I’ve just left the doctor’s.

I always get worked up before going to the doctor’s. I can never get an appointment with just one, the same one. I get shifted between 2 female doctors and 2 male doctors.

Today I saw a new doctor, and he was amazingly kind. Dr Kadir actually listened to me. He wasn’t typing at the same time, he wasn’t distracted. All his attention and concern was on me, and I appreciated that. As soon as I sat down, the word vomit happened. I told him I cannot sleep. My anxiety keeps me up. What if, what if, what if. I cannot shut it off. Sleep to me is a lack of control, it is a vulnerability. It has peaks, and it has lows. Lately it is at its peak and it is affecting my job, my social life and my mood.

He listened to all my concerns and all the things keeping me up at night. He prescribed me Zopiclone. I said that’s fine but one doctor cuts the dose in half and gives me 4 tablets, whereas another gives me a full dose for 7 days. His response “That is pointless. There is no use halving your dose because this is a severe problem, 3.75mg isn’t going to touch you.” Here is a doctor paying attention to me, and not making me feel like I am a liability. I couldn’t be more grateful. He has suggested to make these 7 tablets last over 2 weeks and if the problem hasn’t improved to come back and we will do a medication review.

I currently take Paroextine and it has been wonderful for the last year. However over the last 3 months I seem to be having more mood swings, less sleep and more ptsd symptoms. So the next visit may involve a medication change.

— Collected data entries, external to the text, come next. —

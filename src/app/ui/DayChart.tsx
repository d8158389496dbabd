/** A small SVG line chart of one or two series over the period, with the current step marked. */
import { niceStep, niceTicks, tickDecimals } from '../colour/legend.ts';

export interface Series {
  label: string;
  values: readonly number[];
  colour: string;
}

export interface DayChartProps {
  title: string;
  unit: string;
  times: readonly string[];
  series: Series[];
  current: number;
}

const W = 300, H = 150, L = 38, R = 8, T = 10, B = 24;

export function DayChart({ title, unit, times, series, current }: DayChartProps) {
  const all = series.flatMap((s) => s.values.filter((v) => Number.isFinite(v)));
  if (all.length === 0 || times.length === 0) return null;
  let lo = Math.min(...all), hi = Math.max(...all);
  if (hi - lo < 1e-6) {
    lo -= 1;
    hi += 1;
  }
  const ticks = niceTicks(lo, hi, 4);
  const d = tickDecimals(niceStep(hi - lo, 4));
  const n = times.length;
  const x = (i: number) => L + ((W - L - R) * i) / Math.max(1, n - 1);
  const y = (v: number) => T + (H - T - B) * (1 - (v - lo) / (hi - lo));
  // Every sixth hour, once (stamps may sit at the half hour, e.g. a weather file's midpoints).
  const seenHours = new Set<string>();
  const hourTicks = times
    .map((t, i) => ({ i, h: /T(\d\d):(\d\d)/.exec(t) }))
    .filter((o) => {
      if (!o.h || Number(o.h[1]) % 6 !== 0 || seenHours.has(o.h[1]!)) return false;
      seenHours.add(o.h[1]!);
      return true;
    });
  return (
    <figure className="chart">
      <svg viewBox={`0 0 ${W} ${H}`} role="img" aria-label={`${title} over the period`}>
        <title>{title}</title>
        {ticks.map((t) => (
          <g key={t}>
            <line x1={L} x2={W - R} y1={y(t)} y2={y(t)} className="grid" />
            <text x={L - 4} y={y(t) + 3} textAnchor="end" className="tick">{t.toFixed(d)}</text>
          </g>
        ))}
        {hourTicks.map(({ i, h }) => (
          <text key={i} x={x(i)} y={H - 8} textAnchor="middle" className="tick">{`${h![1]}:00`}</text>
        ))}
        <line x1={x(current)} x2={x(current)} y1={T} y2={H - B} className="now" />
        {series.map((s) => (
          <polyline
            key={s.label}
            fill="none"
            stroke={s.colour}
            strokeWidth={1.8}
            points={s.values.map((v, i) => (Number.isFinite(v) ? `${x(i).toFixed(1)},${y(v).toFixed(1)}` : '')).filter(Boolean).join(' ')}
          />
        ))}
        <text x={L} y={T - 2} className="tick">{unit}</text>
      </svg>
      <figcaption className="small">
        {series.map((s) => (
          <span key={s.label} className="key"><span className="swatch" style={{ background: s.colour }} aria-hidden="true" /> {s.label}</span>
        ))}
      </figcaption>
    </figure>
  );
}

I think I am okay with that, but if it is a new ptsd specific medication I may have to go see a psychiatrist to get it prescribed.

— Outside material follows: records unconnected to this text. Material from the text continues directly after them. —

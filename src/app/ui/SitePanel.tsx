/** Model placement and site: up axis, units, latitude, longitude, time zone, north. */
import { useId, useState, useEffect } from 'react';
import { useViewer } from '../state/store.ts';
import { setModel, setSite } from '../state/projectDoc.ts';
import { NumberField } from './NumberField.tsx';
import { reimportModel } from '../compute/session.ts';
import { heavy } from '../state/heavy.ts';
import { zoneOffsetMinutes } from '../../physics/time.ts';

const UNIT_CHOICES: { label: string; perMeter: number }[] = [
  { label: 'metres', perMeter: 1 },
  { label: 'centimetres', perMeter: 100 },
  { label: 'millimetres', perMeter: 1000 },
  { label: 'feet', perMeter: 1 / 0.3048 },
  { label: 'inches', perMeter: 1 / 0.0254 },
];

function TimeZoneField({ value, onCommit }: { value: string; onCommit: (v: string) => void }) {
  const id = useId();
  const [text, setText] = useState(value);
  const [bad, setBad] = useState('');
  useEffect(() => setText(value), [value]);
  const commit = () => {
    try {
      zoneOffsetMinutes(text.trim(), Date.now(), 'time zone');
      setBad('');
      if (text.trim() !== value) onCommit(text.trim());
    } catch (e) {
      setBad(e instanceof Error ? e.message : String(e));
    }
  };
  return (
    <div className="field">
      <label htmlFor={id}>Time zone</label>
      <input id={id} value={text} aria-invalid={bad !== ''} onChange={(e) => setText(e.target.value)} onBlur={commit} onKeyDown={(e) => e.key === 'Enter' && commit()} placeholder="+02:00 or Europe/Berlin" />
      {bad && <span className="field-error" role="alert">{bad}</span>}
    </div>
  );
}

export function SitePanel() {
  const doc = useViewer((s) => s.doc);
  const setDoc = useViewer((s) => s.setDoc);
  const fileName = useViewer((s) => s.modelFileName);
  useViewer((s) => s.modelVersion);
  if (!doc) return null;
  const m = heavy.model;
  const upId = 'up-axis';
  const unitsId = 'model-units';
  const perMeter = doc.model.unitsPerMeter ?? 1;
  const unitChoice = UNIT_CHOICES.find((u) => Math.abs(u.perMeter - perMeter) / u.perMeter < 1e-6);
  return (
    <>
      <section className="panel" aria-labelledby="h-model">
        <h2 id="h-model">Model</h2>
        <p className="muted small">
          {fileName || 'no model'}
          {m ? ` · ${m.indices.length / 3} triangles · ${m.surfaceNames.length} surfaces · ${(m.bounds[3] - m.bounds[0]).toFixed(1)} × ${(m.bounds[4] - m.bounds[1]).toFixed(1)} × ${(m.bounds[5] - m.bounds[2]).toFixed(1)} m` : ''}
        </p>
        <div className="row">
          <div className="field">
            <label htmlFor={upId}>Up axis</label>
            <select id={upId} value={doc.model.upAxis ?? (/\.obj$/i.test(doc.model.file) ? 'z' : 'y')} onChange={(e) => void reimportModel(setModel(doc, { upAxis: e.target.value as 'y' | 'z' }))}>
              <option value="y">y up (glTF)</option>
              <option value="z">z up</option>
            </select>
          </div>
          <div className="field">
            <label htmlFor={unitsId}>Model units</label>
            <select id={unitsId} value={unitChoice ? String(unitChoice.perMeter) : 'custom'} onChange={(e) => void reimportModel(setModel(doc, { unitsPerMeter: Number(e.target.value) }))}>
              {UNIT_CHOICES.map((u) => (
                <option key={u.label} value={String(u.perMeter)}>{u.label}</option>
              ))}
              {!unitChoice && <option value="custom">{perMeter} per metre</option>}
            </select>
          </div>
        </div>
      </section>
      <section className="panel" aria-labelledby="h-site">
        <h2 id="h-site">Site</h2>
        <div className="row">
          <NumberField label="Latitude" unit="° N" value={doc.site.latitudeDeg} min={-90} max={90} digits={4} testId="latitude" onCommit={(v) => setDoc(setSite(doc, { latitudeDeg: v }))} />
          <NumberField label="Longitude" unit="° E" value={doc.site.longitudeDeg} min={-180} max={180} digits={4} testId="longitude" onCommit={(v) => setDoc(setSite(doc, { longitudeDeg: v }))} />
        </div>
        <div className="row">
          <TimeZoneField value={doc.site.timeZone} onCommit={(v) => setDoc(setSite(doc, { timeZone: v }))} />
          <NumberField label="North (model +y points to)" unit="°" value={doc.site.northDeg ?? 0} min={-360} max={360} digits={1} testId="north" onCommit={(v) => setDoc(setSite(doc, { northDeg: v }))} />
        </div>
      </section>
    </>
  );
}
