/** Values of the picked sensor or surface patch at the current step, and its day as a chart. */
import { useViewer } from '../state/store.ts';
import { heavy } from '../state/heavy.ts';
import { formatQuantity, fromSI, unitLabel } from '../colour/units.ts';
import { stepHoursOf } from '../colour/layers.ts';
import { NO_CODE, UTCI_CATEGORY_IDS, patchSeries, sensorSeries } from '../compute/resultColumns.ts';
import { UTCI_CATEGORIES } from '../../physics/utci.ts';
import { MATERIAL_PRESETS } from '../../physics/materials.ts';
import { DayChart } from './DayChart.tsx';
import { daySplit } from './timeSteps.ts';

export function Inspector() {
  const picked = useViewer((s) => s.picked);
  const t = useViewer((s) => s.timeIndex);
  const units = useViewer((s) => s.units);
  const category = useViewer((s) => s.category);
  useViewer((s) => s.resultsVersion);
  const r = heavy.results;
  if (!r) return null;
  if (!picked) return <p className="small muted">Click a zone tile or a surface in the view to see its values through the day.</p>;
  const T = (v: number | undefined) => formatQuantity('temperature', v ?? NaN, units);
  // The chart shows the day of the step shown (a period of many days would be unreadable).
  const split = daySplit(r.times);
  const d0 = Math.floor(t / split.perDay) * split.perDay;
  const d1 = Math.min(r.times.length, d0 + split.perDay);
  const times = r.times.slice(d0, d1);
  const cur = t - d0;
  const tempSeries = (vals: ArrayLike<number>) => Array.from(vals).slice(d0, d1).map((v) => fromSI('temperature', v, units));
  const categoryLabel = UTCI_CATEGORIES.find((c) => c.id === category)?.label ?? category;
  const stepH = stepHoursOf(r);
  const steps = r.steps;
  const code = UTCI_CATEGORY_IDS.indexOf(category);
  const hoursIn = (codes: Uint8Array, sensor: number) => {
    let n = 0;
    for (let i = sensor * steps, e = i + steps; i < e; i++) if (codes[i] === code) n++;
    return Number((n * stepH).toFixed(1));
  };
  if (picked.kind === 'sensor') {
    const z = r.zones[picked.zone];
    const i = picked.sensor;
    if (!z || i < 0 || i >= z.sensorCount) return null;
    const at = i * steps + t;
    const c = t < steps ? z.category[at]! : NO_CODE;
    const cat = c !== NO_CODE ? UTCI_CATEGORIES.find((x) => x.id === UTCI_CATEGORY_IDS[c]) : undefined;
    const mrt = sensorSeries(z, 'mrtC', i, steps), utci = sensorSeries(z, 'utciC', i, steps);
    return (
      <div className="inspector" data-testid="inspector">
        <h3>{z.name}, sensor {picked.sensor + 1}</h3>
        <dl>
          <dt>Position</dt>
          <dd>{Array.from(z.positions.subarray(i * 3, i * 3 + 3), (v) => fromSI('length', v, units).toFixed(1)).join(', ')} {unitLabel('length', units)}</dd>
          <dt>Sky view factor</dt>
          <dd>{z.skyViewFactor[i]!.toFixed(2)}</dd>
          <dt>In sun</dt>
          <dd>{z.sunlit[at] ? 'yes' : 'no'}</dd>
          <dt>Air temperature</dt>
          <dd>{T(r.weather.airTempC[t])}</dd>
          <dt>MRT</dt>
          <dd data-testid="inspector-mrt">{T(mrt[t])}</dd>
          <dt>UTCI</dt>
          <dd data-testid="inspector-utci">{T(utci[t])}{cat ? ` · ${cat.label}` : ''}</dd>
          <dt>Hours in “{categoryLabel}”</dt>
          <dd data-testid="inspector-hours">{hoursIn(z.category, i)} h over the period</dd>
        </dl>
        <DayChart
          title="MRT, UTCI and air temperature"
          unit={unitLabel('temperature', units)}
          times={times}
          current={cur}
          series={[
            { label: 'MRT', values: tempSeries(mrt), colour: '#b5361d' },
            { label: 'UTCI', values: tempSeries(utci), colour: '#1f5fa8' },
            { label: 'air', values: tempSeries(r.weather.airTempC), colour: '#6b6b6b' },
          ]}
        />
      </div>
    );
  }
  const S = r.surfaces;
  const pi = picked.patch;
  if (pi < 0 || pi >= S.count) return null;
  const sw = patchSeries(S, 'shortwave', pi, steps), st = patchSeries(S, 'surfaceTemp', pi, steps), lw = patchSeries(S, 'longwave', pi, steps);
  const p = { id: S.ids[pi]!, material: S.material[pi]!, areaM2: S.areaM2[pi]! };
  const irr = (vals: ArrayLike<number>) => Array.from(vals).slice(d0, d1).map((v) => fromSI('irradiance', v, units));
  return (
    <div className="inspector" data-testid="inspector">
      <h3>{p.id}</h3>
      <dl>
        <dt>Material</dt>
        <dd>{MATERIAL_PRESETS[p.material]?.name ?? p.material}</dd>
        <dt>Area</dt>
        <dd>{p.areaM2.toFixed(2)} m²</dd>
        <dt>Incident shortwave</dt>
        <dd>{formatQuantity('irradiance', sw[t] ?? NaN, units)}</dd>
        <dt>Surface temperature</dt>
        <dd>{T(st[t])}</dd>
        <dt>Longwave emission</dt>
        <dd>{formatQuantity('irradiance', lw[t] ?? NaN, units)}</dd>
      </dl>
      <DayChart
        title="Surface and air temperature"
        unit={unitLabel('temperature', units)}
        times={times}
        current={cur}
        series={[
          { label: 'surface', values: tempSeries(st), colour: '#b5361d' },
          { label: 'air', values: tempSeries(r.weather.airTempC), colour: '#6b6b6b' },
        ]}
      />
      <DayChart title="Incident shortwave" unit={unitLabel('irradiance', units)} times={times} current={cur} series={[{ label: 'shortwave', values: irr(sw), colour: '#c98a00' }]} />
    </div>
  );
}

Let’s not worry about that for now. James is on his way over for a cuddle and to listen to why I am so anxious and potentially feed me bad food.

Disconnect.

I am pretty sure this is not just a ‘me’ thing, this isn’t just a ‘Casper exclusive feeling’.

Does anyone else struggle with friendships? I often over analyse my actions and my words. If I want someone to be my friend, I do have a way of making it happen, I can make people laugh, I am a good listener and I am generally supportive. I have an issue where I am quite needy though. I do like contact with my friends, I do like to know they’re okay. I like to be involved. I keep my circle small (trust issues eh) mainly so I can have time for each and every close friend. I don’t want to be breaking my time up so much that I don’t get to connect properly.

Then I have another worry. Does my neediness drive people away? I like to be validated. Please tell me I am not annoying you, I’m sorry I text you outside of work, is that okay? Are we that kind of friend or did I misread that and we are colleagues? Do we hang out? Is it weird if I ask if you’re free this weekend? I struggle to see the line, and I get discouraged easily. Unfortunately for me, any sort of slight against me, genuinely hurts. If someone I am becoming friends with makes a joke that we are just ‘mates’ I sort of think, oh okay they must be getting pissed off with me. I step back.

I have 4 friends that come straight to mind that I don’t have these worries with. My best friend of 23 years, 2 beautiful friends from an ex work place, and a fantastic friend in Stoke. I don’t panic with these 4. I can tell them what’s on my mind, if I feel I am being pushy, or maybe I am being distant, have I not text back in 8 hours or did I send 9 texts in 1 hour? Middle ground has never been my strong point and it shows a lot in my life. Even with partners. If I love you, I love you. Sure there will be spats and I’ll take them harder than others would, but if I am in something, that’s that. It takes a lot to break me to the point that I wash my hands of you.

The feeling of being disconnected from friends/family/partners is a deep one. Sometimes that PTSD cloud just smothers me, if I can’t breathe I can’t communicate that, and I disappear.

I have so many ideas.

I keep getting hits of ‘inspiration’ for things I want to write about. Things that have affected me, things I know that have affected those close to me, those no longer close to me.

I want to write about the ‘shame’ of being a victim, I want to write about victim mentality, when do you shed that label, do you shed that label? Is it a mind set, is it something others put on you? I want to write about the stigma around needing anti depressants to function, why do you feel shame but your abuser doesn’t? When is enough .. enough .. and you start putting yourself first?